大阪城下の町人は、まだ子供の夫婦の初夜を話題に載せてあれこれとうるさい。今まで読んできたこの時代の小説は、大体教科書的で作家の創造性が見られないものが多かった。この本は私の好みにぴったりだ。いわゆる人間のナマの生き様が描かれる。
秀頼の母、淀君を馬鹿な女と切り捨て、秀頼もぶくぶく太った能無し男で11歳のくせに性的には早熟とある。なにしろ淀君の溺愛は、11歳にもなる秀頼を添い寝して勃起に驚くという具合。男の子は、最初に女を感じるのは母親だと著者もいう。その通りだと思う。

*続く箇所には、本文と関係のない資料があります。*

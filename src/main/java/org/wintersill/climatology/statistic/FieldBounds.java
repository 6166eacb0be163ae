package org.wintersill.climatology.statistic;

import java.util.List;
import org.wintersill.climatology.WinterRecord;
import org.wintersill.climatology.extreme.ExtremeFit;
import org.wintersill.climatology.extreme.FitQuality;
import org.wintersill.climatology.extreme.ParametricBootstrap;

/**
 * Bounds of what follows from the fits of a field, by one set of replicates a cell for all quantities; and the p-value of the fit,
 * which is drawn for separately since it takes longer than all bounds.
 */
final class FieldBounds {
    private final float[][] lower;
    private final float[][] upper;

    private record Key(int level, boolean test) {
    }

    private FieldBounds(int quantities, int cells) {
        lower = new float[quantities][cells];
        upper = new float[quantities][cells];
    }

    /** The bounds of all quantities of a field, {@code NaN} where there is no fit. */
    static FieldBounds of(WinterRecord record, WinterField field, ExtremeChoices choices, double confidence,
                          List<ParametricBootstrap.Quantity> quantities) {
        return record.derived(new Key(field.level(), false), () -> {
            FieldBounds bounds = new FieldBounds(quantities.size(), record.cells());
            FieldFits fits = FieldFits.of(record, field, choices);
            ParametricBootstrap bootstrap = new ParametricBootstrap(choices.replicates(), choices.seed(), record.winters());
            for (int cell = 0; cell < record.cells(); cell++) {
                ExtremeFit fit = fits.at(cell);
                ParametricBootstrap.Replicates replicates = fit.kind() == ExtremeFit.Kind.NONE ? null
                        : bootstrap.of(fit, fits.sortedMaxima(cell), record.firstCell() + cell, false);
                for (int q = 0; q < quantities.size(); q++) {
                    double[] pair = replicates == null ? new double[] {Double.NaN, Double.NaN}
                            : replicates.bounds(quantities.get(q), confidence);
                    bounds.lower[q][cell] = (float) pair[0];
                    bounds.upper[q][cell] = (float) pair[1];
                }
            }
            return bounds;
        });
    }

    float lower(int quantity, int cell) {
        return lower[quantity][cell];
    }

    float upper(int quantity, int cell) {
        return upper[quantity][cell];
    }

    /** p-values of the fits by Anderson and Darling's distance, {@code [cell]}. */
    static float[] pValues(WinterRecord record, WinterField field, ExtremeChoices choices) {
        return record.derived(new Key(field.level(), true), () -> {
            float[] pValues = new float[record.cells()];
            FieldFits fits = FieldFits.of(record, field, choices);
            ParametricBootstrap bootstrap = new ParametricBootstrap(choices.replicates(), choices.seed(), record.winters());
            for (int cell = 0; cell < pValues.length; cell++) {
                ExtremeFit fit = fits.at(cell);
                int n = fits.sortedMaxima(cell);
                pValues[cell] = fit.kind() == ExtremeFit.Kind.NONE ? Float.NaN
                        : (float) bootstrap.of(fit, n, record.firstCell() + cell, true)
                        .pValue(FitQuality.andersonDarling(fits.room(), n, fit.general()));
            }
            return pValues;
        });
    }
}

千姫に付き添ってきた一人に松坂局、呼び名おちょぼがいた。千姫を大阪城から逃げる算段をしたり、再婚相手桑名藩主本多忠政の嫡男・本多忠刻の男色相手、宮本武蔵の養子・三木之助を誘惑して忠刻と千姫の夫婦円満を計ったりした。
私は千姫より、このおちょぼに感情移入してしまった。それにしても戦国時代の女性ほど哀れなものはない。家中心の考え方の犠牲者ではあるが、おちょぼのようにけなげに千姫に仕え、機知を働かせて困難や危機を乗り越えていくしたたかさを持つ女もいる。